Start of Dataset excerpts

async function send(bytes: Buffer, name = 'plate.jpg', owner = ann): Promise<string> {
	const id = await expectFile(ground, owner, { name, bytes: bytes.length });
	await takePart(ground, owner, id, 0, parts(bytes));
	return id;
}
const kept = async (bytes: Buffer, name?: string) => {
	const id = await send(bytes, name);
	await work();
	return fileFor(ground, ann, id);
};
/** An address as its route takes it apart. */
function asked(address: string) {
	const url = new URL(address, 'https://tallyplate.example');
	const [, , id = '', rendition = ''] = url.pathname.split('/');
	const [until, key] = ['until', 'key'].map((name) => url.searchParams.get(name)!);
	return { id, rendition, until: until!, key: key! };
}
const read = async (id: string, rendition: 'whole' | 'view' | 'thumb') => {
	const opened = await openFile(ground, ann, asked(fileAddress(ground, ann, id, rendition)));
	return { ...opened, body: await buffer(opened.body) };
};
const objects = () =>
	readdirSync(folder, { recursive: true, withFileTypes: true })
		.filter((entry) => entry.isFile() && entry.name.endsWith('_object'))
		.map((entry) => entry.name.replace(/\._S3rver_object$/, ''));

End of Dataset excerpts

Only the lines from the beginning of the data above through the line containing "const url = new" should be repeated, exactly as they appear.

Solution to this exercise =>
async function send(bytes: Buffer, name = 'plate.jpg', owner = ann): Promise<string> {
	const id = await expectFile(ground, owner, { name, bytes: bytes.length });
	await takePart(ground, owner, id, 0, parts(bytes));
	return id;
}
const kept = async (bytes: Buffer, name?: string) => {
	const id = await send(bytes, name);
	await work();
	return fileFor(ground, ann, id);
};
/** An address as its route takes it apart. */
function asked(address: string) {
	const url = new URL(address, 'https://tallyplate.example');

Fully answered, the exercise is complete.